La noche anterior llegamos justo antes de los fuegos artificiales, cinco minutos después de las 10 de la noche, se ven bien las cataratas de noche pero no se aprecia igual que de día, cuando se puede ver en toda su dimensión la caída del agua.Las cataratas de Iguazú son más espectaculares. Sí. Pero estas también son impresionantes.
Hay otras cosas que visitar, una caminata hasta la base de una de las cataratas, pero como no tenemos mucho tiempo y queremos llegar pronto, nos contentamos con el viaje en el barco. La ciudad Niagra Falls, parece ser una ciudad en decadencia.
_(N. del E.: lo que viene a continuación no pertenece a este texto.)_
import * as z from 'zod';
import {
  areaRefSchema,
  idSchema,
  instantSchema,
  localDateSchema,
  noteSchema,
  pageOf,
  pageQuery,
  personRefSchema,
  provenanceSchema,
  reasonSchema,
  requiredText,
  shortText,
  versionSchema,
} from './common';
import { laserFileSchema } from './files';
import { ruleSetIdSchema } from './hazard-case';
import { LASER_EVENTS, LASER_STATES } from '../workflow/laser-life-cycle';

/** A positive number in the unit of its field's name, the text it was typed as, and where it came from. */
export const quantitySchema = z.strictObject({
  value: z.number().positive({ error: 'This number is more than 0.' }),
  /** As written by the person, unit included: "5 mW". */
  text: shortText(40).optional(),
  source: provenanceSchema,
  uncertaintyPct: z.number().min(0).max(100).optional(),
  /** Calibration date of the meter, when measured. */
  calibratedOn: localDateSchema.optional(),
});
export type Quantity = z.infer<typeof quantitySchema>;

/** A wavelength in nm, where limits exist. */
const wavelengthSchema = quantitySchema.refine(
  ({ value }) => !Number.isFinite(value) || (value >= 180 && value <= 1e6),
  { path: ['value'], error: 'A wavelength is from 180 to 1,000,000 nm.' },
);

export const EMISSION_MODES = [
  'cw',
  'single',
  'repetitive',
  'mode-locked',
  'burst',
  'modulated',
] as const;
export const WIDTH_CONVENTIONS = ['1/e', '1/e2', 'fwhm'] as const;
export const DELIVERIES = ['beam', 'multimode-fiber', 'single-mode-fiber'] as const;

/** One line in one operating mode, as the data sheet gives it; `emission-beam.ts` converts it. */
export const emissionSchema = z.strictObject({
  id: idSchema,
  label: shortText(60).optional(),
  /** From 180 to 1,000,000 nm. With `wavelengthToNm`: the lower end of a tuning range. */
  wavelengthNm: wavelengthSchema,
  wavelengthToNm: wavelengthSchema.optional(),
  mode: z.enum(EMISSION_MODES),
  /** CW: power. Pulsed: mean power, in place of the pulse energy. Maximum, not usual, value. */
  powerW: quantitySchema.optional(),
  /** What is normally set, when it is below the maximum. The maximum is evaluated. */
  operatingPowerW: quantitySchema.optional(),
  peakPowerW: quantitySchema.optional(),
  pulseEnergyJ: quantitySchema.optional(),
  pulseDurationS: quantitySchema.optional(),
  repetitionRateHz: quantitySchema.optional(),
  pulsesPerBurst: quantitySchema.optional(),
  intraBurstRateHz: quantitySchema.optional(),
  burstRateHz: quantitySchema.optional(),
  delivery: z.enum(DELIVERIES),
  diameterMm: quantitySchema.optional(),
  /** Second axis of an elliptical beam. */
  diameterYMm: quantitySchema.optional(),
  diameterConvention: z.enum(WIDTH_CONVENTIONS),
  /** Absent: unknown; the cautious assumption is then stated in every result. */
  divergenceMrad: quantitySchema.optional(),
  divergenceYMrad: quantitySchema.optional(),
  divergenceConvention: z.enum(WIDTH_CONVENTIONS),
  divergenceAngle: z.enum(['full', 'half']),
  profile: z.enum(['gaussian', 'top-hat']),
  sourceMrad: quantitySchema.optional(),
  waistDistanceM: z.number().optional(),
  m2: z.number().min(1).optional(),
  numericalAperture: quantitySchema.optional(),
  coreUm: quantitySchema.optional(),
  modeFieldDiameterUm: quantitySchema.optional(),
  connector: shortText(60).optional(),
  scan: shortText(200).optional(),
  collimation: z.enum(['collimated', 'diverging', 'focused']).optional(),
  polarization: shortText(60).optional(),
});
export type Emission = z.infer<typeof emissionSchema>;

/** Lines that can be on together. Without any set, all lines can. */
export const emissionSetSchema = z.strictObject({
  name: requiredText('a name for the set', 60),
  emissionIds: z.array(idSchema).min(1).max(64),
});

export const LASER_CLASSES = [
  '1',
  '1M',
  '1C',
  '2',
  '2M',
  '3R',
  '3B',
  '4',
  'I',
  'IIa',
  'II',
  'IIIa',
  'IIIb',
  'IV',
] as const;
export const laserClassSchema = z.enum(LASER_CLASSES);

const flag = z.boolean().optional();

export const laserInputSchema = z
  .strictObject({
    /** Generated when empty: L-43. */
    tag: shortText(30)
      .regex(/^[A-Za-z0-9][A-Za-z0-9._/-]*$/, {
        error: 'A tag has letters, digits and . _ / - only.',
      })
      .optional(),
    maker: requiredText('the maker, or "home-built"'),
    model: requiredText('the model'),
    serial: shortText(80).optional(),
    year: z.int().min(1960).max(2100).optional(),
    labelAsFound: noteSchema.optional(),
    accession: shortText(60).optional(),
    marking: shortText(60).optional(),
    homeBuilt: z.boolean(),
    assetNumber: shortText(60).optional(),

    declaredClass: laserClassSchema.optional(),
    declaredStandard: shortText(80).optional(),
    declaredStandardOn: localDateSchema.optional(),
    /** The LSO's own; only the LSO may set it. */
    verifiedClass: laserClassSchema.optional(),
    openClass: laserClassSchema.optional(),
    serviceClass: laserClassSchema.optional(),

    purpose: noteSchema.optional(),
    beamPath: z.enum(['open', 'limited-open', 'enclosed']).optional(),
    alignmentLaser: flag,
    beamChangingOptics: noteSchema.optional(),
    medium: z.enum(['solid', 'semiconductor', 'gas', 'dye', 'fiber', 'other']).optional(),
    unattended: flag,
    outdoor: flag,
    teaching: flag,
    onPeopleOrAnimals: flag,

    areaId: idSchema.optional(),
    table: shortText(60).optional(),
    mobile: z.boolean(),
    keyLocation: shortText(80).optional(),

    supervisorId: idSchema.optional(),
    alternateId: idSchema.optional(),
    department: shortText(60).optional(),
    costCenter: shortText(40).optional(),
    contact: shortText(80).optional(),
    inServiceSince: localDateSchema.optional(),
    lastUsedOn: localDateSchema.optional(),
    nextUseOn: localDateSchema.optional(),
    notSeenSince: localDateSchema.optional(),

    safetyFeatures: z
      .strictObject({
        keySwitch: flag,
        remoteInterlock: flag,
        shutter: flag,
        emissionIndicator: flag,
        emissionDelay: flag,
        housingInterlock: flag,
        manualReset: flag,
        emergencyStop: flag,
      })
      .optional(),

    registrationNumber: shortText(60).optional(),
    registrationFeeDueOn: localDateSchema.optional(),
    certificateExpiresOn: localDateSchema.optional(),
    notices: noteSchema.optional(),

    /** Asked for by one person, cleared by another; the server keeps who asked. */
    disposal: z
      .strictObject({
        method: shortText(200),
        disabled: z.boolean(),
        cordRemoved: z.boolean(),
        hazardousPartsRemoved: z.boolean(),
      })
      .optional(),

    orderNumber: shortText(60).optional(),
    supplier: shortText(120).optional(),
    receivedOn: localDateSchema.optional(),
    note: noteSchema.optional(),

    emissions: z.array(emissionSchema).max(64),
    emissionSets: z.array(emissionSetSchema).max(32),
  })
  .superRefine((laser, context) => {
    const ids = laser.emissions.map((emission) => emission.id);
    ids.forEach((id, index) => {
      if (ids.indexOf(id) !== index) {
        context.addIssue({
          code: 'custom',
          path: ['emissions', index, 'id'],
          message: `Two lines have the id "${id}".`,
        });
      }
    });
    laser.emissionSets.forEach((set, index) => {
      const unknown = set.emissionIds.filter((id) => !ids.includes(id));
      if (unknown.length > 0) {
        context.addIssue({
          code: 'custom',
          path: ['emissionSets', index, 'emissionIds'],
          message: `The set names lines that this laser has not: ${unknown.join(', ')}.`,
        });
      }
    });
  });
export type LaserInput = z.infer<typeof laserInputSchema>;

export const laserStateSchema = z.enum(LASER_STATES);
export const laserEventSchema = z.enum(LASER_EVENTS);

export const waiverSchema = z.strictObject({
  reason: z.string(),
  /** What is not yet recorded here. */
  missing: z.array(z.string()),
  /** Last day, in the site's zone. */
  untilOn: localDateSchema,
  grantedBy: personRefSchema,
  grantedAt: instantSchema,
  ended: z.boolean(),
});

export const blockSchema = z.strictObject({
  reason: z.string(),
  by: personRefSchema.nullable(),
  at: instantSchema,
});

/** How far a laser reaches, as its sealed evaluation says; drawn as the reach strip. */
export const reachSchema = z.strictObject({
  evaluationId: idSchema,
  evaluationNumber: z.int(),
  state: z.enum(['approved', 'stale']),
  ruleSet: ruleSetIdSchema,
  eyeS: z.number(),
  skinS: z.number(),
  eyeDistanceM: z.number(),
  skinDistanceM: z.number(),
  aidedDistanceM: z.number().optional(),
  opticalDensity: z.number(),
  /** Scenario in which the eye distance is the longest. */
  scenario: z.string(),
  /** Eye distance of each line alone, for the ticks. */
  lines: z.array(z.strictObject({ wavelengthNm: z.number(), eyeDistanceM: z.number() })),
});
export type Reach = z.infer<typeof reachSchema>;

export const laserRowSchema = z.strictObject({
  id: idSchema,
  version: versionSchema,
  tag: z.string(),
  maker: z.string(),
  model: z.string(),
  serial: z.string().optional(),
  area: areaRefSchema.optional(),
  wallDistanceM: z.number().optional(),
  supervisor: personRefSchema.optional(),
  department: z.string().optional(),
  declaredClass: laserClassSchema.optional(),
  verifiedClass: laserClassSchema.optional(),
  openClass: laserClassSchema.optional(),
  state: laserStateSchema,
  lines: z.array(
    z.strictObject({
      wavelengthNm: z.number(),
      wavelengthToNm: z.number().optional(),
      mode: z.enum(EMISSION_MODES),
      /** "CW, 5 W" or "5 mJ, 35 fs, 1 kHz". */
      summary: z.string(),
    }),
  ),
  reach: reachSchema.optional(),
  /** What waits, in words, worst first: "Evaluation stale", "Waiver ends 3 May 2027". */
  attention: z.array(z.string()),
});
export type LaserRow = z.infer<typeof laserRowSchema>;

/** A step that the workflow offers from the present state, and what stands in its way for this person. */
export const offeredEventSchema = z.strictObject({
  event: z.string(),
  label: z.string(),
  /** Empty: may be done now. Otherwise every reason why not. */
  reasons: z.array(z.string()),
  /** What the step asks for. */
  asks: z.array(z.enum(['reason', 'waiver', 'area', 'password', 'comment'])),
});
export type OfferedEvent = z.infer<typeof offeredEventSchema>;

export const laserSchema = z.strictObject({
  ...laserInputSchema.shape,
  id: idSchema,
  tag: z.string(),
  version: versionSchema,
  createdAt: instantSchema,
  updatedAt: instantSchema,
  state: laserStateSchema,
  stateSince: instantSchema,
  area: areaRefSchema.optional(),
  wallDistanceM: z.number().optional(),
  supervisor: personRefSchema.optional(),
  alternate: personRefSchema.optional(),
  waiver: waiverSchema.optional(),
  block: blockSchema.optional(),
  reach: reachSchema.optional(),
  /** Every evaluation of this laser, newest first. */
  evaluations: z.array(
    z.strictObject({
      id: idSchema,
      number: z.int(),
      state: z.string(),
      signedAt: instantSchema.optional(),
    }),
  ),
  places: z.array(z.strictObject({ area: areaRefSchema.optional(), sinceAt: instantSchema })),
  files: z.array(laserFileSchema),
  attention: z.array(z.string()),
  offered: z.array(offeredEventSchema),
  mayEdit: z.boolean(),
  mayEvaluate: z.boolean(),
});
export type Laser = z.infer<typeof laserSchema>;

export const LASER_SORTS = [
  'attention',
  'tag',
  'maker',
  'area',
  'class',
  'wavelength',
  'eye-distance',
  'optical-density',
  'state',
] as const;

/** Filters of the list: the same words in the screen's address and in the API. */
export const laserFilterSchema = z.strictObject({
  /** Words in any order: a serial, a maker, "532 nm 3B B-204". */
  q: z.string().trim().max(100).optional(),
  areaId: idSchema.optional(),
  department: z.string().max(60).optional(),
  supervisorId: idSchema.optional(),
  class: laserClassSchema.optional(),
  state: laserStateSchema.optional(),
  /** Lines or tuning ranges that meet this band, nm. */
  fromNm: z.coerce.number().min(180).max(1e6).optional(),
  toNm: z.coerce.number().min(180).max(1e6).optional(),
  attention: z.enum(['any', 'stale', 'blocked', 'not-evaluated']).optional(),
});
export type LaserFilter = z.infer<typeof laserFilterSchema>;

export const laserListQuerySchema = z.strictObject({
  ...pageQuery,
  ...laserFilterSchema.shape,
  sort: z.enum(LASER_SORTS).default('attention'),
  order: z.enum(['asc', 'desc']).default('asc'),
});
export type LaserListQuery = z.infer<typeof laserListQuerySchema>;

export const laserPageSchema = z.strictObject({
  ...pageOf(laserRowSchema).shape,
  /** Counts over all that this person may see, whatever the filter. */
  counts: z.strictObject({
    all: z.int(),
    attention: z.int(),
    blocked: z.int(),
    stale: z.int(),
    notEvaluated: z.int(),
  }),
});
export type LaserPage = z.infer<typeof laserPageSchema>;

export const duplicateQuerySchema = z.strictObject({
  serial: z.string().trim().min(1).max(80),
  maker: z.string().trim().max(120).optional(),
  exceptId: idSchema.optional(),
});
export const duplicatesSchema = z.strictObject({
  lasers: z.array(
    z.strictObject({
      id: idSchema,
      tag: z.string(),
      maker: z.string(),
      model: z.string(),
      areaCode: z.string().optional(),
    }),
  ),
});

export const laserTransitionSchema = z.strictObject({
  event: laserEventSchema,
  reason: reasonSchema.optional(),
  /** Take-over of a laser from a former register, at most 12 months ahead. */
  waiver: z
    .strictObject({
      untilOn: localDateSchema,
      missing: z.array(requiredText('what is not yet recorded', 200)).min(1).max(20),
    })
    .optional(),
  areaId: idSchema.optional(),
});
export type LaserTransition = z.infer<typeof laserTransitionSchema>;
Se ven edificios y hoteles que parecen haber tenido su época de esplendor en los 50s o 60s. Lo que más me impresionó a mí fue ver la gran cantidad de visitantes de la India. Por todos lados ves turistas de rasgos hindús. Miki dice al bajar con ellos al elevador hacia el barco, que el olor de ellos no es muy agradable. Acá mi compadre necesita una buena lavada de ala , reclama Miki.
Ya ha pasado el susto del puente con el Canadá, el auto sale disparado en contra y sobre la puerta automática. Incluso nos tomamos una foto en la entrada al cruce peatonal. La hindú que administra el hostal tiene pinta de estafadora. El desayuno en el Little Italy estuvo rico, la mesera se parece a una de las tías de Knollwood. Hay conexión pobre en Internet pero Lissette me manda unas fotos artísticas muy bien tomadas. Desde Lima Carolina llama y le confirmo que ya compré en Internet la Tanita que necesitaba para sus pacientes de nutrición. Desde Lima también, Enrica me confirma que compró las entradas para la ópera. Somos temporada de ópera en Nueva York. Ahora falta que Steve confirme las entradas para Shakespeare in the Park, pero no ha llamado y YA ES TARDE.. Tal vez mañana lunes. Cristi también llama para invitarnos a su restaurante en la 38. Y en la tele, después del pollito Castañeda habla sobre sus planes para un segundo período. Hablan del tren eléctrico. Qué malos recuerdos de aquel tren fantasma…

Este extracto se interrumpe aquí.